Though Bungle regularly amended and modified their orchestrations — incorporating such exotic instruments as the saxophone, synthesizer, or even timpani (!!!) — they have always maintained footing in the mosh pit of their youth and continued to reference metal in one way or another. Even in their last tours of the millennium they played songs from The Raging Wrath of The Easter Bunny (1986).
Once the 3 remaining members decided to re-record the demo they needed another guitarist and a drummer. This time they were in a position to hand-pick the two guys who could help them realize this body of work with the utmost brutality. Scott Ian and Dave Lombardo accepted the offer and dove full force into the music like a skate punk dives into a wall of slam dancers.
The recording of The Raging Wrath of The Easter Bunny Demo was completed in about 10 days following the series of sold out (pre-COVID) shows. In addition to what was on the original cassette-only release, three original songs from the same era were realized for the first time. Eracist, Loss for Words and Glutton for Punishment. In addition to these 3 new tracks a Spanish version of Speak English or Die titled “Habla Espanol O Muerta” was also tacked on to the end of the track Hypocrites.
Grizzly Adams is a very 80’s metal intro track. The slow fingerpicked clean guitar build up before the real show starts.
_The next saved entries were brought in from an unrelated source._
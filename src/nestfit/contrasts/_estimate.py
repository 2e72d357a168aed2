"""One contrast: estimate, standard error, t test, interval, sum of squares, restricted model.

For level weights ``w`` and the map ``mu = M b`` (see
:mod:`nestfit.contrasts._cellmeans`), the contrast is ``psi = w' mu = c b``
with ``c = w' M``, and

    psi_hat = c b_hat,   se = sqrt(c' Cov(b_hat) c),   t = psi_hat / se  on the residual df.

For the separate-means model ``se = sigma sqrt(sum_i w_i^2 / n_i)``. The
contrast's single-df sum of squares is ``psi_hat^2 / (c' (X'WX)^- c)``
(``psi_hat^2 / sum_i w_i^2 / n_i`` for separate means), and ``t^2`` equals
the extra-sum-of-squares F of the full model against the model restricted
by ``psi = 0`` (Seber & Lee, *Linear Regression Analysis*, 2nd ed., 2003,
sec. 4.3, from memory). Under independent normal errors with equal variance,
``t`` has the t distribution with the residual df when ``psi = 0``.
"""

from __future__ import annotations

import math
from dataclasses import dataclass, field
from typing import TYPE_CHECKING, Any

import numpy as np
from scipy import stats

from nestfit.contrasts._contrast import contrast, format_weights
from nestfit.errors import ContrastError, DataError

if TYPE_CHECKING:
    from nestfit._compare import Comparison
    from nestfit._fit import Fit
    from nestfit.contrasts._cellmeans import CellMeans

__all__ = ["ALTERNATIVES", "ContrastEstimate", "check_alternative", "check_level",
           "estimate_contrast", "p_value"]

ALTERNATIVES = ("two-sided", "greater", "less")


def check_alternative(alternative: str) -> str:
    """The alternative, checked."""
    if alternative not in ALTERNATIVES:
        raise ContrastError(f"alternative must be one of {', '.join(ALTERNATIVES)}. Got "
                            f"{alternative!r} instead.")
    return alternative


def check_level(level: float) -> float:
    """A confidence level strictly between 0 and 1."""
    try:
        value = float(level)
    except (TypeError, ValueError):
        raise DataError(f"level must be a number between 0 and 1, got {level!r}") from None
    if not 0.0 < value < 1.0:
        raise DataError(f"level must be between 0 and 1 (exclusive). Got {level!r} instead.")
    return value


def p_value(t: Any, df: Any, alternative: str) -> Any:
    """t-test p-values: two-sided ``2 P(T > |t|)``, greater ``P(T > t)``, less ``P(T < t)``."""
    if alternative == "two-sided":
        return 2.0 * stats.t.sf(np.abs(t), df)
    if alternative == "greater":
        return stats.t.sf(t, df)
    return stats.t.cdf(t, df)


@dataclass(frozen=True, eq=False)
class ContrastEstimate:
    """The estimate and t test of one contrast of level means.

    Attributes
    ----------
    label : str
        The contrast's name.
    levels : tuple of str
        The factor's levels.
    weights : ndarray, shape (k,)
        Weights on the level means.
    coefficients : ndarray, shape (p,)
        ``c = w' M``, the same function written on the model's coefficients.
    estimate : float
        ``c b``.
    std_error : float
        ``sqrt(c' V c)``, ``V`` the coefficient covariance chosen by the level
        means' ``variance`` (the model's own ``Cov(b)`` by default).
    df : float
        Degrees of freedom of ``t``: the model's residual df, or
        Satterthwaite's df for Welch-type standard errors.
    alternative : {"two-sided", "greater", "less"}
        The alternative of :attr:`p` and :meth:`conf_int`.
    general : bool
        Whether the weights were allowed not to sum to zero.
    model : str
        The model's name.
    variance : str
        ``"pooled"``, ``"welch"`` or ``"HC0"``-``"HC3"``.
    """

    label: str
    levels: tuple[str, ...]
    weights: np.ndarray = field(repr=False)
    coefficients: np.ndarray = field(repr=False)
    estimate: float
    std_error: float
    df: float
    alternative: str = "two-sided"
    general: bool = False
    model: str = ""
    variance: str = "pooled"
    _means: CellMeans | None = field(default=None, repr=False)

    @property
    def t(self) -> float:
        """``estimate / std_error``."""
        return self.estimate / self.std_error

    @property
    def p(self) -> float:
        """p-value of ``psi = 0`` against :attr:`alternative`."""
        return float(p_value(self.t, self.df, self.alternative))

    @property
    def unscaled_variance(self) -> float:
        """``c' (X'WX)^- c`` (``sum w_i^2 / n_i`` for separate means): the pooled ``se^2 /
        sigma^2``, whatever the variance choice."""
        assert self._means is not None
        pooled = self._means.value_and_variance(self.coefficients, pooled=True)[1]
        return pooled / self._means.fit.mean_square

    @property
    def ss(self) -> float:
        """Single-df sum of squares ``estimate^2 / unscaled_variance`` (``= t^2 * MSE``)."""
        return self.estimate ** 2 / self.unscaled_variance

    @property
    def weight_map(self) -> dict[str, float]:
        """The non-zero weights as ``{level: weight}``."""
        return {lv: float(w) for lv, w in zip(self.levels, self.weights) if w != 0}

    def conf_int(self, level: float = 0.95) -> tuple[float, float]:
        """``estimate -/+ t_{df} se``: two-sided, or a one-sided bound for the alternative.

        ``"greater"`` gives ``(estimate - t_{1-a, df} se, inf)``, ``"less"``
        gives ``(-inf, estimate + t_{1-a, df} se)``.
        """
        level = check_level(level)
        if self.alternative == "two-sided":
            q = float(stats.t.ppf(0.5 + level / 2.0, self.df))
            return self.estimate - q * self.std_error, self.estimate + q * self.std_error
        q = float(stats.t.ppf(level, self.df))
        if self.alternative == "greater":
            return self.estimate - q * self.std_error, math.inf
        return -math.inf, self.estimate + q * self.std_error

    def restricted_fit(self) -> Fit:
        """The model refitted under ``psi = 0``; ``compare(restricted, full)`` has ``F = t^2``
        (for the pooled standard error)."""
        assert self._means is not None
        return self._means.restricted_fit(
            self.coefficients, f"{self.model} with {self.label} = 0",
            f"{self._means.fit.design.description or self.model}, restricted by "
            f"{format_weights(self.levels, self.weights)} = 0")

    def nested_test(self) -> Comparison:
        """``nestfit.compare(self.restricted_fit(), full model)``: the F test of ``psi = 0``."""
        from nestfit._compare import compare

        assert self._means is not None
        return compare(self.restricted_fit(), self._means.fit)

    def to_dict(self) -> dict[str, Any]:
        """Plain-dict (JSON-ready) form."""
        lower, upper = self.conf_int()
        return {"label": self.label, "weights": self.weight_map, "estimate": self.estimate,
                "std_error": self.std_error, "df": self.df, "t": self.t, "p": self.p,
                "alternative": self.alternative, "lower": _finite(lower),
                "upper": _finite(upper), "ss": self.ss, "model": self.model,
                "variance": self.variance}

    def __str__(self) -> str:
        from nestfit.contrasts._text import format_estimate

        return format_estimate(self)

    def _repr_pretty_(self, p: Any, cycle: bool) -> None:  # IPython
        p.text(str(self))


def _finite(x: float) -> float | None:
    return float(x) if math.isfinite(x) else None


def estimate_contrast(means: CellMeans, spec: Any, *, label: str | None = None,
                      general: bool = False, alternative: str = "two-sided") -> ContrastEstimate:
    """Estimate ``spec`` (anything :func:`~nestfit.contrasts.contrast` accepts) on ``means``."""
    check_alternative(alternative)
    c = contrast(spec, label=label, general=general)
    w = c.weights_for(means.levels)
    coef = means.coefficients_for(w, c.label)
    value, variance = means.value_and_variance(coef)
    if not variance > 0:
        raise ContrastError(f"contrast {c.label!r} has zero variance in model "
                            f"{means.fit.name!r}; it cannot be tested")
    return ContrastEstimate(c.label, means.levels, w, coef, value, math.sqrt(variance),
                            means.df_for(w), alternative, c.general, means.fit.name,
                            means.variance, means)
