def check_contrasts(labels: Sequence[str], rows: np.ndarray, *, allow_general: bool) -> None:
    """Check that the rows sum to zero and are linearly independent.

    Independence is checked against the grand-mean row and the earlier rows,
    one row at a time, so the message can name the first offending row.

    Raises
    ------
    ContrastError
        A row does not sum to zero (unless ``allow_general``), is all zero, or
        is a linear combination of the grand-mean row and the rows before it.
    """
    k = rows.shape[1]
    if not allow_general:
        for i, (name, row) in enumerate(zip(labels, rows, strict=True)):
            total = float(row.sum())
            if abs(total) > _SUM_TOL * max(1.0, float(np.abs(row).sum())):
                raise ContrastError(
                    f"contrast {name!r} (row {i + 1}) has weights summing to {total:g}, not 0; a "
                    "contrast compares cell means, so its weights must sum to zero. Fix the "
                    "weights, or pass allow_general=True to accept a general linear function of "
                    "the cell means"
                )
    stacked = [np.full(k, 1.0 / np.sqrt(k))]  # unit-norm mean row; rank needs equal scales
    for i, (name, row) in enumerate(zip(labels, rows, strict=True)):
        norm = float(np.linalg.norm(row))
        if norm == 0.0:
            raise ContrastError(f"contrast {name!r} (row {i + 1}) has all weights zero; "
                                "give it at least two non-zero weights")
        stacked.append(row / norm)
        if np.linalg.matrix_rank(np.vstack(stacked)) < len(stacked):
            earlier = ", ".join(repr(n) for n in labels[:i]) or "none"
            raise ContrastError(
                f"contrast {name!r} (row {i + 1}) is a linear combination of the grand-mean row "
                f"and the earlier contrasts ({earlier}), so it asks nothing new; drop it or "
                "replace it with an independent contrast"
            )


def build_coding(rows: np.ndarray) -> np.ndarray:
    """Full coding ``T`` from contrast rows ``L`` (``m x k``, already checked).

    ``H = [1/k * 1'; L]`` is the hypothesis matrix; ``T = H^{-1}`` when
    ``m = k - 1`` and ``T = pinv(H) = H'(HH')^{-1}`` otherwise. ``T`` is
    ``k x (m + 1)``; its first column is the constant 1 whenever every row of
    ``L`` sums to zero (then ``1/k * 1'`` is orthogonal to the rows of ``L``),
    and it is then set to exact ones. The remaining ``m`` columns are the
    coding used next to an intercept.
    """
    m, k = rows.shape
    hyp = np.vstack([np.full(k, 1.0 / k), rows])
    full = np.linalg.inv(hyp) if m == k - 1 else np.linalg.pinv(hyp)
    if np.allclose(rows.sum(axis=1), 0.0, atol=_SUM_TOL * max(1.0, float(np.abs(rows).max()))):
        full[:, 0] = 1.0
    full[np.abs(full) < 1e-13 * float(np.abs(full).max())] = 0.0
    return full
Anarchy Up Your Anus comes complete with a spoken word intro from Rhea Perlman. Danny DeVito actually introduced Bungle at their LA show so there must be some connection there. Once the song kicks in it’s full blown thrash metal mayhem. Raping Your Mind is a similar fare.
Hypocrites / Habla Español O Muere has more of a hardcore punk sound to it. The riffs are fast and brutal and then it breaks down into mariachi and eventually the throwback to “Speak English or Die.” This one of the most Mr. Bungle songs on this album. I mean that because it momentarily takes a hard left turn away from thrash metal, which is the prevailing genre here.
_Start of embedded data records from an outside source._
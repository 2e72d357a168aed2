"""Sets of levels whose means were not declared different, from all-pairs decisions.

Draw a graph on the levels with an edge between two levels when their
difference was *not* rejected. A set of levels none of which was declared
different from another is a clique of that graph; the summary lists the
maximal cliques (Bron & Kerbosch 1973, Comm. ACM 16, 575-577, with
pivoting; from memory), each with its levels in order of estimated mean,
the sets ordered by their lowest mean. "Not declared different" is not
transitive, so a level can be in several sets, and no set shows that its
means are equal.
"""

from __future__ import annotations

from dataclasses import dataclass
from typing import TYPE_CHECKING, Any

import numpy as np

from nestfit.contrasts._result import check_alpha
from nestfit.errors import ContrastError

if TYPE_CHECKING:
    from nestfit.contrasts._result import FamilyResult

__all__ = ["Grouping", "group_levels"]


@dataclass(frozen=True)
class Grouping:
    """Maximal sets of levels not declared different from each other.

    Attributes
    ----------
    levels : tuple of str
        The levels compared, in order of estimated mean (lowest first).
    means : tuple of float
        Their estimated means, same order.
    sets : tuple of tuple of str
        The maximal sets; levels within a set were not declared different.
    alpha : float
        Level of the decisions.
    method : str
        The adjustment behind the decisions.
    """

    levels: tuple[str, ...]
    means: tuple[float, ...]
    sets: tuple[tuple[str, ...], ...]
    alpha: float
    method: str

    @property
    def text(self) -> str:
        """The sets in compact form, e.g. ``{H1 H2 H3} {H3 H5} {H4}``."""
        return " ".join("{" + " ".join(s) + "}" for s in self.sets)

    def sentence(self) -> str:
        """A sentence saying how to read :attr:`text`."""
        if len(self.sets) == 1:
            return (f"No two levels were declared different ({self.method}, alpha {self.alpha:g}):"
                    f" {self.text}. This does not show that the means are equal.")
        return (f"Levels in the same set were not declared different from one another "
                f"({self.method}, alpha {self.alpha:g}); two levels that share no set were. "
                f"Sets: {self.text}. A level can be in more than one set, because 'not declared "
                "different' is not transitive; no set shows that its means are equal.")

    def to_dict(self) -> dict[str, Any]:
        """Plain-dict form."""
        return {"alpha": self.alpha, "method": self.method, "sets": [list(s) for s in self.sets],
                "means": dict(zip(self.levels, self.means))}

    def __str__(self) -> str:
        return self.sentence()


def _maximal_cliques(adjacent: list[set[int]]) -> list[set[int]]:
    out: list[set[int]] = []

    def extend(clique: set[int], candidates: set[int], excluded: set[int]) -> None:
        if not candidates and not excluded:
            out.append(clique)
            return
        pivot = max(candidates | excluded, key=lambda v: len(adjacent[v] & candidates))
        for v in list(candidates - adjacent[pivot]):
            extend(clique | {v}, candidates & adjacent[v], excluded & adjacent[v])
            candidates = candidates - {v}
            excluded = excluded | {v}

    extend(set(), set(range(len(adjacent))), set())
    return out


def group_levels(result: FamilyResult, alpha: float | None = None) -> Grouping:
    """The maximal sets of levels not declared different in an all-pairs result.

    Raises
    ------
    ContrastError
        The family is not a complete set of pairwise differences.
    """
    a = result.alpha if alpha is None else check_alpha(alpha)
    levels = result.levels
    index = {lv: i for i, lv in enumerate(levels)}
    decided: dict[frozenset[int], bool] = {}
    for row in result.rows:
        w = dict(row.weights)
        if len(w) != 2 or sorted(w.values()) != [-1.0, 1.0]:
            raise ContrastError(f"a grouping needs pairwise differences only; contrast "
                                f"{row.label!r} is not one (use the all_pairs() family)")
        decided[frozenset(index[lv] for lv in w)] = row.p_adjusted <= a
    involved = sorted({i for pair in decided for i in pair})
    missing = [(levels[i], levels[j]) for n, i in enumerate(involved) for j in involved[n + 1:]
               if frozenset((i, j)) not in decided]
    if missing:
        raise ContrastError(f"a grouping needs every pair of the levels compared; the pair "
                            f"{missing[0][0]} - {missing[0][1]} is missing (use all_pairs())")
    means = np.array([result.level_means[i] for i in involved])
    order = [involved[i] for i in np.argsort(means, kind="stable")]
    position = {v: n for n, v in enumerate(order)}
    adjacent = [{position[j] for j in order if j != i and not decided[frozenset((i, j))]}
                for i in order]
    cliques = [sorted(c) for c in _maximal_cliques(adjacent)]
    cliques.sort(key=lambda c: (c[0], -len(c)))
    sets = tuple(tuple(levels[order[v]] for v in c) for c in cliques)
    return Grouping(tuple(levels[i] for i in order),
                    tuple(float(result.level_means[i]) for i in order), sets, float(a),
                    result.method_name)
Bungle Grind dives headfirst back into the 80’s thrash metal style the original demo was known for “Life is a fucking joke!” Patton screams about half way through the track.
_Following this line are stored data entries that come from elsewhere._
"""The contrast expression language: a tokenizer and a recursive-descent parser.

A contrast is written as a linear combination of level means, in a small
syntax of our own (never evaluated by Python)::

    statement := [label "="] expr
    expr      := term (("+" | "-") term)*
    term      := unary (("*" | "/") unary)*
    unary     := ("+" | "-") unary | atom
    atom      := number | level | "(" expr ")" | "mean" "(" item ("," item)* ")"
    item      := expr | "..."
    level     := bare word | '"' text '"' | "'" text "'"

Examples: ``"A - mean(B, C)"``, ``"(A + B)/2 - C"``, ``"2*A - B - C"``,
``'"lot 1" - "lot 2"'``, ``"serviced = H4 - mean(...)"`` (``...`` inside
``mean`` stands for every level not named elsewhere in the expression).

A bare word that reads as a decimal number (``2``, ``0.5``, ``1e-3``) is a
number; quote level labels that look like numbers (``"4" - "0"``) or contain
spaces, operators or quotes. ``mean`` followed by ``(`` is the mean; anywhere
else it is a level label.

Every sub-expression has a *kind*, number or linear (a combination of
levels), checked while parsing: ``number * linear`` and ``linear / number``
are linear; a product of two linear parts, a division by a linear part or
a number added to a linear part (an affine, not linear, function) is
rejected with a :class:`~nestfit.errors.ParseError` pointing at the
operator or number.
"""

from __future__ import annotations

import math
import re
from collections.abc import Callable
from dataclasses import dataclass
from typing import Any

from nestfit.errors import ParseError

__all__ = ["Expr", "ParsedContrast", "parse_contrast"]

NUMBER, LEVEL, OP, REST, END = "number", "level", "op", "rest", "end"
_OPERATORS = "+-*/(),="
_NUMBER_RE = re.compile(r"(?:\d+\.?\d*|\.\d+)(?:[eE][+-]?\d+)?")
_WORD_STOP = set(_OPERATORS) | set("\"' \t\r\n")


@dataclass(frozen=True)
class Token:
    """One token: its kind, its text (or numeric value) and its offset in the full text."""

    kind: str
    text: str
    pos: int
    value: float = 0.0


# ---------------------------------------------------------------- AST nodes
@dataclass(frozen=True)
class Expr:
    """A node of the parsed expression; ``linear`` is its kind (False: a plain number)."""

    pos: int
    linear: bool


@dataclass(frozen=True)
class Num(Expr):
    value: float


@dataclass(frozen=True)
class Level(Expr):
    name: str


@dataclass(frozen=True)
class Rest(Expr):
    """``...`` inside ``mean(...)``: every level not named elsewhere."""


@dataclass(frozen=True)
class Neg(Expr):
    operand: Expr


@dataclass(frozen=True)
class Binary(Expr):
    op: str
    left: Expr
    right: Expr


@dataclass(frozen=True)
class Mean(Expr):
    items: tuple[Expr, ...]


@dataclass(frozen=True)
class ParsedContrast:
    """A parsed statement: optional label, the expression tree and the source text."""

    label: str | None
    expr: Expr
    text: str

    def named_levels(self) -> tuple[str, ...]:
        """Level labels named in the expression, in order of first appearance."""
        out: dict[str, None] = {}

        def walk(node: Expr) -> None:
            if isinstance(node, Level):
                out.setdefault(node.name, None)
            elif isinstance(node, Neg):
                walk(node.operand)
            elif isinstance(node, Binary):
                walk(node.left)
                walk(node.right)
            elif isinstance(node, Mean):
                for item in node.items:
                    walk(item)

        walk(self.expr)
        return tuple(out)


# --------------------------------------------------------------- tokenizer
def _tokenize(text: str, start: int, stop: int) -> list[Token]:
    tokens: list[Token] = []
    i = start
    while i < stop:
        c = text[i]
        if c in " \t\r\n":
            i += 1
        elif text.startswith("...", i):
            tokens.append(Token(REST, "...", i))
            i += 3
        elif c in _OPERATORS:
            if c == "=":
                raise ParseError("a contrast has at most one '=' (written 'label = expression')",
                                 text, i)
            tokens.append(Token(OP, c, i))
            i += 1
        elif c in "\"'":
            end = text.find(c, i + 1, stop)
            if end < 0:
                raise ParseError(f"unclosed quote {c}: close the level label with {c}", text, i)
            if end == i + 1:
                raise ParseError("empty quoted level label", text, i)
            tokens.append(Token(LEVEL, text[i + 1:end], i))
            i = end + 1
        else:
            j = i
            while j < stop and text[j] not in _WORD_STOP:
                j += 1
            match = _NUMBER_RE.match(text, i, stop)
            if match and match.end() >= j:
                # a number; ``1e-3`` runs past the word scan, which stops at the sign
                tokens.append(Token(NUMBER, text[i:match.end()], i,
                                    float(text[i:match.end()])))
                i = match.end()
            else:  # a bare level label (it may start with digits, e.g. 0.5mg)
                tokens.append(Token(LEVEL, text[i:j], i))
                i = j
    tokens.append(Token(END, "", stop))
    return tokens


# ------------------------------------------------------------------ parser
class _Parser:
    def __init__(self, text: str, tokens: list[Token]) -> None:
        self.text = text
        self.tokens = tokens
        self.i = 0

    @property
    def tok(self) -> Token:
        return self.tokens[self.i]

    def _error(self, message: str, pos: int | None = None) -> ParseError:
        return ParseError(message, self.text, self.tok.pos if pos is None else pos)

    def _advance(self) -> Token:
        tok = self.tokens[self.i]
        self.i += 1
        return tok

    def _is_op(self, chars: str) -> bool:
        return self.tok.kind == OP and self.tok.text in chars

    def parse(self) -> Expr:
        if self.tok.kind == END:
            raise self._error("the contrast is empty; write levels such as 'A - mean(B, C)'")
        node = self.expr()
        if self.tok.kind != END:
            if self._is_op(")"):
                raise self._error("unmatched ')'")
            raise self._error(f"expected an operator (+ - * /) before {self._describe(self.tok)}")
        return node

    def expr(self) -> Expr:
        node = self.term()
        while self._is_op("+-"):
            op = self._advance()
            right = self.term()
            if node.linear != right.linear:
                number = node if not node.linear else right
                raise self._error(
                    "a number cannot be added to level means: a contrast is a weighted sum of "
                    "level means with no constant term (write a multiple such as 2*A)", number.pos)
            node = Binary(node.pos, node.linear, op.text, node, right)
        return node

    def term(self) -> Expr:
        node = self.unary()
        while self._is_op("*/"):
            op = self._advance()
            right = self.unary()
            if op.text == "*":
                if node.linear and right.linear:
                    raise self._error("a product of two level expressions is not linear; "
                                      "multiply levels by numbers only", op.pos)
            else:
                if right.linear:
                    raise self._error("division by a level expression is not linear; "
                                      "divide by numbers only", op.pos)
                if _constant(right) == 0.0:
                    raise self._error("division by zero", op.pos)
            node = Binary(node.pos, node.linear or right.linear, op.text, node, right)
        return node

    def unary(self) -> Expr:
        if self._is_op("+-"):
            op = self._advance()
            operand = self.unary()
            return operand if op.text == "+" else Neg(op.pos, operand.linear, operand)
        return self.atom()

    def atom(self) -> Expr:
        tok = self.tok
        if tok.kind == NUMBER:
            self._advance()
            if not math.isfinite(tok.value):
                raise self._error(f"the number {tok.text} is too large", tok.pos)
            return Num(tok.pos, False, tok.value)
        if tok.kind == LEVEL:
            self._advance()
            quoted = self.text[tok.pos] in "\"'"
            if not quoted and tok.text == "mean" and self._is_op("("):
                return self.mean(tok)
            return Level(tok.pos, True, tok.text)
        if self._is_op("("):
            self._advance()
            if self._is_op(")"):
                raise self._error("empty parentheses", tok.pos)
            node = self.expr()
            if not self._is_op(")"):
                raise self._error(f"expected ')' to close the '(' at character {tok.pos + 1}, "
                                  f"found {self._describe(self.tok)}")
            self._advance()
            return node
        if tok.kind == REST:
            raise self._error("'...' (the remaining levels) is allowed only inside mean(...)")
        if tok.kind == END:
            raise self._error("the expression ends too early: a level or number is missing")
        raise self._error(f"expected a level or a number, found {self._describe(tok)}")

    def mean(self, name: Token) -> Expr:
        open_paren = self._advance()
        items: list[Expr] = []
        while True:
            if self.tok.kind == REST:
                rest = self._advance()
                items.append(Rest(rest.pos, True))
            elif self._is_op(",)"):
                raise self._error("mean(...) needs a level or '...' here")
            else:
                items.append(self.expr())
            if self._is_op(","):
                self._advance()
                continue
            if self._is_op(")"):
                self._advance()
                break
            raise self._error(f"expected ',' or ')' in mean(...) opened at character "
                              f"{open_paren.pos + 1}, found {self._describe(self.tok)}")
        kinds = {item.linear for item in items}
        if len(kinds) > 1:
            number = next(item for item in items if not item.linear)
            raise self._error("mean(...) mixes numbers and levels; average levels only",
                              number.pos)
        return Mean(name.pos, items[0].linear, tuple(items))

    @staticmethod
    def _describe(tok: Token) -> str:
        if tok.kind == END:
            return "the end of the text"
        if tok.kind == LEVEL:
            return f"level {tok.text!r}"
        return f"{tok.text!r}"


def combine(node: Neg | Binary, value: Callable[[Expr], Any]) -> Any:
    """Negation or a binary operation on the values of the operands, ``value(operand)``.

    Shared by the constant folder here and the weight evaluator of the contrasts, which
    give the operands numbers or weight vectors.
    """
    if isinstance(node, Neg):
        return -value(node.operand)
    a, b = value(node.left), value(node.right)
    if node.op == "+":
        return a + b
    if node.op == "-":
        return a - b
    if node.op == "*":
        return a * b
    return a / b


def _constant(node: Expr) -> float:
    """The value of a number-kind node."""
    if isinstance(node, Num):
        return node.value
    if isinstance(node, (Neg, Binary)):
        return float(combine(node, _constant))
    if isinstance(node, Mean):
        return math.fsum(_constant(item) for item in node.items) / len(node.items)
    raise TypeError(f"not a number node: {node!r}")  # pragma: no cover


def _split_label(text: str) -> tuple[str | None, int]:
    """The label before a top-level '=' (outside quotes), and where the expression starts."""
    quote = ""
    for i, c in enumerate(text):
        if quote:
            if c == quote:
                quote = ""
        elif c in "\"'":
            quote = c
        elif c == "=":
            raw = text[:i].strip()
            if len(raw) >= 2 and raw[0] == raw[-1] and raw[0] in "\"'":
                raw = raw[1:-1].strip()
            if not raw:
                raise ParseError("the label before '=' is empty; write 'label = expression'",
                                 text, i)
            return raw, i + 1
    return None, 0


def parse_contrast(text: str) -> ParsedContrast:
    """Parse ``"[label =] expression"`` into a checked expression tree.

    Raises
    ------
    ParseError
        Malformed text, pointing at the offending character: unbalanced
        parentheses or quotes, a missing operand, a non-linear product or
        division, a constant term, ``...`` outside ``mean()``, or an
        expression that names no level.
    """
    if not isinstance(text, str):
        raise ParseError(f"a contrast expression must be text, got {type(text).__name__}")
    label, start = _split_label(text)
    tokens = _tokenize(text, start, len(text))
    parser = _Parser(text, tokens)
    expr = parser.parse()
    if not expr.linear:
        raise ParseError("the expression names no level; quote level labels that look like "
                         "numbers, e.g. '\"4\" - \"0\"'", text, tokens[0].pos)
    return ParsedContrast(label, expr, text)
Methematics will sound familiar to most OG Bungle fans even if they haven’t heard the original Easter Bunny demo. It uses the main breakdown riff from the track Love is a Fist on their debut Warner Bros. release.
Ever wondered what it might sound like if Mike Patton fronted Anthrax? Eracist is your answer. Scott Ian’s giant, crunchy rhythm guitar paired with Patton’s vocals on this song definitely makes it an album highlight. One of the new tracks, it also has an undeniably catchy hook for a death rock song. This was one of the singles and I found myself singing it in my head after a few casual listens. It’s rare that a metal track is also an earworm.
Spreading the Thighs of Death is as close as it gets to full blown Cannibal Corpse style death metal. “Fucking with something you know nothing about – spreading the thighs of death.”
Loss for Words is a cover of a song by the band Corrosion of Conformity. It’s from their “Animosity” album released in 1985. Long before they evolved into the heavy southern blues metal band they are today. Originally C.O.C. was a political thrash / punk outfit and the song has a very 80’s style speed metal feel with Patton’s sporadic and unhinged vocals adding some color.
Glutton for Punishment and Sudden Death cap things off with the latter being the longest and final track. There are some great full band callbacks at the end of the track “I don’t know – I don’t know” before it collapses and Patton screams the final lyric “SUDDEN DEATH!”
This is one of those albums that is so densely packed with metal goodness it not only warrants but requires multiple listens. When I really think about it, all of Bungle’s stuff is like this. When it’s all said and done this is an absolute CLASSIC thrash-metal album that only a band like Mr. Bungle could make… with the help of heavy hitters like Scott Ian and Dave Lombardo of course.